• **Provided records**
def busy_commit_seconds(directory: Path, seconds: float = 2.0) -> float:
    """The median time of one such commit (25 rows in one INSERT, as the store writes a group)
    made by a second thread while this thread runs Python, as a busy event loop does: that
    thread waits for the interpreter lock after its calls into SQLite. (The store therefore
    writes on the loop's own thread and syncs through a helper process.)"""
    conn = probe_database(directory / "busy-probe.sqlite3")
    insert = "INSERT INTO probe VALUES (?, ?)" + ", (?, ?)" * 24
    times: list[float] = []
    stop = threading.Event()

    def commits() -> None:
        seq = 0
        while not stop.is_set():
            values: list[Any] = []
            for _ in range(25):
                seq += 1
                values += (seq, "x" * 400)
            t0 = time.perf_counter()
            conn.execute(insert, values)
            times.append(time.perf_counter() - t0)

    thread = threading.Thread(target=commits)
    thread.start()
    deadline, total = time.perf_counter() + seconds, 0
    while time.perf_counter() < deadline:
        total += sum(range(1000))  # plain Python work, holding the lock between checks
    stop.set()
    thread.join()
    conn.close()
    return float(np.median(times)) if times else float("nan")


def serve_command(port: int, data_dir: Path) -> list[str]:
    cmd = [sys.executable, "-m", "service.cli", "serve", "--host", HOST, "--port", str(port)]
    return cmd + ["--data-dir", str(data_dir), "--log-level", "warning"]


def create_stream(port: int, name: str) -> None:
    body = encode({"stream": name, "features": SPACE_SIZE, "learners": PANEL})
    status, data = call(port, "POST", "/v1/streams", body)
    if status != 201:
        raise RuntimeError(f"creating stream {name!r}: {status} {data[:300]!r}")


def batches(rows: list[dict[str, Any]]) -> list[bytes]:
    return [encode({"items": rows[s : s + BATCH]}) for s in range(0, len(rows), BATCH)]


def measure_service(
    work: Path,
    bodies: list[bytes],
    labels: list[int],
    source: Items,
    args: argparse.Namespace,
    figures: Figures,
    console: Console,
) -> None:
    port, bare_port, normal_port = free_port(), free_port(), free_port()
    env = service_env(args, MISTAKE_LEDGER_SWEEP_INTERVAL_SECONDS="3600")
    normal_env = dict(env, MISTAKE_LEDGER_DURABILITY="normal")
    with (
        server(bare_command(bare_port), server_env(), work / "bare.log", bare_port) as bare,
        server(serve_command(port, work / "data"), env, work / "service.log", port) as srv,
        server(
            serve_command(normal_port, work / "normal"),
            normal_env,
            work / "normal.log",
            normal_port,
        ) as normal,
    ):
        create_stream(port, STREAM)
        base = f"/v1/streams/{STREAM}"

        def timed(kind: str, sent: list[bytes], threads: int, stream: str = STREAM) -> Loop:
            path = f"/v1/streams/{stream}/{kind}"
            loop = run_loop(port, path, sent, threads=threads, seconds=args.seconds, pid=srv.pid)
            return checked(loop, kind)

        # Single predicts, level by level, in rounds that alternate the bare endpoint, the
        # service and the service with durability NORMAL, so that a change in this machine's
        # speed during the run (other work on it) touches both sides of each ratio alike. Each
        # service round has a stream of its own (the same bodies, so fresh ids there); the first
        # is the stream the rest uses.
        warm, rest = bodies[: args.warmup], bodies[args.warmup :]
        first: Loop | None = None
        collected = gc_collections(port)
        for level in LEVELS:
            for turn in range(args.rounds):
                path = f"/v1/streams/{STREAM}/predict"
                checked(run_loop(bare_port, path, warm, threads=level, seconds=10), "warm-up")
                loop = run_loop(
                    bare_port, path, rest, threads=level, seconds=args.seconds, pid=bare.pid
                )
                figures.bare.setdefault(level, []).append(checked(loop, "bare endpoint"))
                name = STREAM if first is None else f"{STREAM}-{level}-{turn}"
                if first is not None:
                    create_stream(port, name)
                path = f"/v1/streams/{name}/predict"
                checked(run_loop(port, path, warm, threads=level, seconds=10), "warm-up")
                loop = timed("predict", rest, level, name)
                figures.predict.setdefault(level, []).append(loop)
                first = loop if first is None else first
                name = f"{STREAM}-{level}-{turn}"
                create_stream(normal_port, name)
                path = f"/v1/streams/{name}/predict"
                checked(run_loop(normal_port, path, warm, threads=level, seconds=10), "warm-up")
                unsynced = run_loop(
                    normal_port, path, rest, threads=level, seconds=args.seconds, pid=normal.pid
                )
                figures.normal.setdefault(level, []).append(checked(unsynced, "predict (normal)"))
                rate = figures.bare[level][-1].rate
                console.print(
                    f"  single predict, {level} in flight, round {turn + 1}: "
                    f"{loop.calls} calls, {loop.rate / rate:.0%} of the bare endpoint's rate; "
                    f"durability NORMAL: {unsynced.rate / rate:.0%}"
                )
        assert first is not None
        loop = first

        # Single feedback: the labels of the predictions just answered.
        predicted = [args.warmup + i for i in loop.done]
        feedback = [encode({"id": f"s{i}", "label": labels[i]}) for i in predicted]
        figures.feedback = loop = timed("feedback", feedback, CONCURRENCY)
        console.print(f"  single feedback: {loop.calls} calls")

        # Batches of 1000: predict fresh items, label those answered, then labelled examples.
        items, ys = source.draw(args.batches * BATCH)
        loop = timed(
            "predict",
            batches([{"id": f"b{j}", "features": f} for j, f in enumerate(items)]),
            BATCH_CONCURRENCY,
        )
        figures.batch["predict"] = (len(loop.done) * BATCH, loop)
        answered = [j for k in loop.done for j in range(k * BATCH, (k + 1) * BATCH)]
        loop = timed(
            "feedback",
            batches([{"id": f"b{j}", "label": ys[j]} for j in answered]),
            BATCH_CONCURRENCY,
        )
        figures.batch["feedback"] = (len(loop.done) * BATCH, loop)
        items, ys = source.draw(args.batches * BATCH)
        loop = timed(
            "examples",
            batches([{"id": f"e{j}", "features": f, "label": ys[j]} for j, f in enumerate(items)]),
            BATCH_CONCURRENCY,
        )
        figures.batch["examples"] = (len(loop.done) * BATCH, loop)
        figures.collections = {
            gen: count - collected.get(gen, 0.0) for gen, count in gc_collections(port).items()
        }
        status, data = call(port, "GET", base + "/ledger")
        if status != 200:
            raise RuntimeError(f"ledger: {status} {data[:300]!r}")
        rows = json.loads(data)["learners"]
        states = ", ".join(
            f"{row['name']} {row['state']} ({row['updates']} updates)" for row in rows
        )
        console.print(f"  batches done; ledger: {states}")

• **Exercise**
Print the material once more, keeping every word as it is.

• **Written response**
def busy_commit_seconds(directory: Path, seconds: float = 2.0) -> float:
    """The median time of one such commit (25 rows in one INSERT, as the store writes a group)
    made by a second thread while this thread runs Python, as a busy event loop does: that
    thread waits for the interpreter lock after its calls into SQLite. (The store therefore
    writes on the loop's own thread and syncs through a helper process.)"""
    conn = probe_database(directory / "busy-probe.sqlite3")
    insert = "INSERT INTO probe VALUES (?, ?)" + ", (?, ?)" * 24
    times: list[float] = []
    stop = threading.Event()

    def commits() -> None:
        seq = 0
        while not stop.is_set():
            values: list[Any] = []
            for _ in range(25):
                seq += 1
                values += (seq, "x" * 400)
            t0 = time.perf_counter()
            conn.execute(insert, values)
            times.append(time.perf_counter() - t0)

    thread = threading.Thread(target=commits)
    thread.start()
    deadline, total = time.perf_counter() + seconds, 0
    while time.perf_counter() < deadline:
        total += sum(range(1000))  # plain Python work, holding the lock between checks
    stop.set()
    thread.join()
    conn.close()
    return float(np.median(times)) if times else float("nan")


def serve_command(port: int, data_dir: Path) -> list[str]:
    cmd = [sys.executable, "-m", "service.cli", "serve", "--host", HOST, "--port", str(port)]
    return cmd + ["--data-dir", str(data_dir), "--log-level", "warning"]


def create_stream(port: int, name: str) -> None:
    body = encode({"stream": name, "features": SPACE_SIZE, "learners": PANEL})
    status, data = call(port, "POST", "/v1/streams", body)
    if status != 201:
        raise RuntimeError(f"creating stream {name!r}: {status} {data[:300]!r}")


def batches(rows: list[dict[str, Any]]) -> list[bytes]:
    return [encode({"items": rows[s : s + BATCH]}) for s in range(0, len(rows), BATCH)]


def measure_service(
    work: Path,
    bodies: list[bytes],
    labels: list[int],
    source: Items,
    args: argparse.Namespace,
    figures: Figures,
    console: Console,
) -> None:
    port, bare_port, normal_port = free_port(), free_port(), free_port()
    env = service_env(args, MISTAKE_LEDGER_SWEEP_INTERVAL_SECONDS="3600")
    normal_env = dict(env, MISTAKE_LEDGER_DURABILITY="normal")
    with (
        server(bare_command(bare_port), server_env(), work / "bare.log", bare_port) as bare,
        server(serve_command(port, work / "data"), env, work / "service.log", port) as srv,
        server(
            serve_command(normal_port, work / "normal"),
            normal_env,
            work / "normal.log",
            normal_port,
        ) as normal,
    ):
        create_stream(port, STREAM)
        base = f"/v1/streams/{STREAM}"

        def timed(kind: str, sent: list[bytes], threads: int, stream: str = STREAM) -> Loop:
            path = f"/v1/streams/{stream}/{kind}"
            loop = run_loop(port, path, sent, threads=threads, seconds=args.seconds, pid=srv.pid)
            return checked(loop, kind)

        # Single predicts, level by level, in rounds that alternate the bare endpoint, the
        # service and the service with durability NORMAL, so that a change in this machine's
        # speed during the run (other work on it) touches both sides of each ratio alike. Each
        # service round has a stream of its own (the same bodies, so fresh ids there); the first
        # is the stream the rest uses.
        warm, rest = bodies[: args.warmup], bodies[args.warmup :]
        first: Loop | None = None
        collected = gc_collections(port)
        for level in LEVELS:
            for turn in range(args.rounds):
                path = f"/v1/streams/{STREAM}/predict"
                checked(run_loop(bare_port, path, warm, threads=level, seconds=10), "warm-up")
                loop = run_loop(
                    bare_port, path, rest, threads=level, seconds=args.seconds, pid=bare.pid
                )
                figures.bare.setdefault(level, []).append(checked(loop, "bare endpoint"))
                name = STREAM if first is None else f"{STREAM}-{level}-{turn}"
                if first is not None:
                    create_stream(port, name)
                path = f"/v1/streams/{name}/predict"
                checked(run_loop(port, path, warm, threads=level, seconds=10), "warm-up")
                loop = timed("predict", rest, level, name)
                figures.predict.setdefault(level, []).append(loop)
                first = loop if first is None else first
                name = f"{STREAM}-{level}-{turn}"
                create_stream(normal_port, name)
                path = f"/v1/streams/{name}/predict"
                checked(run_loop(normal_port, path, warm, threads=level, seconds=10), "warm-up")
                unsynced = run_loop(
                    normal_port, path, rest, threads=level, seconds=args.seconds, pid=normal.pid
                )
                figures.normal.setdefault(level, []).append(checked(unsynced, "predict (normal)"))
                rate = figures.bare[level][-1].rate
                console.print(
                    f"  single predict, {level} in flight, round {turn + 1}: "
                    f"{loop.calls} calls, {loop.rate / rate:.0%} of the bare endpoint's rate; "
                    f"durability NORMAL: {unsynced.rate / rate:.0%}"
                )
        assert first is not None
        loop = first

        # Single feedback: the labels of the predictions just answered.
        predicted = [args.warmup + i for i in loop.done]
        feedback = [encode({"id": f"s{i}", "label": labels[i]}) for i in predicted]
        figures.feedback = loop = timed("feedback", feedback, CONCURRENCY)
        console.print(f"  single feedback: {loop.calls} calls")

        # Batches of 1000: predict fresh items, label those answered, then labelled examples.
        items, ys = source.draw(args.batches * BATCH)
        loop = timed(
            "predict",
            batches([{"id": f"b{j}", "features": f} for j, f in enumerate(items)]),
            BATCH_CONCURRENCY,
        )
        figures.batch["predict"] = (len(loop.done) * BATCH, loop)
        answered = [j for k in loop.done for j in range(k * BATCH, (k + 1) * BATCH)]
        loop = timed(
            "feedback",
            batches([{"id": f"b{j}", "label": ys[j]} for j in answered]),
            BATCH_CONCURRENCY,
        )
        figures.batch["feedback"] = (len(loop.done) * BATCH, loop)
        items, ys = source.draw(args.batches * BATCH)
        loop = timed(
            "examples",
            batches([{"id": f"e{j}", "features": f, "label": ys[j]} for j, f in enumerate(items)]),
            BATCH_CONCURRENCY,
        )
        figures.batch["examples"] = (len(loop.done) * BATCH, loop)
        figures.collections = {
            gen: count - collected.get(gen, 0.0) for gen, count in gc_collections(port).items()
        }
        status, data = call(port, "GET", base + "/ledger")
        if status != 200:
            raise RuntimeError(f"ledger: {status} {data[:300]!r}")
        rows = json.loads(data)["learners"]
        states = ", ".join(
            f"{row['name']} {row['state']} ({row['updates']} updates)" for row in rows
        )
        console.print(f"  batches done; ledger: {states}")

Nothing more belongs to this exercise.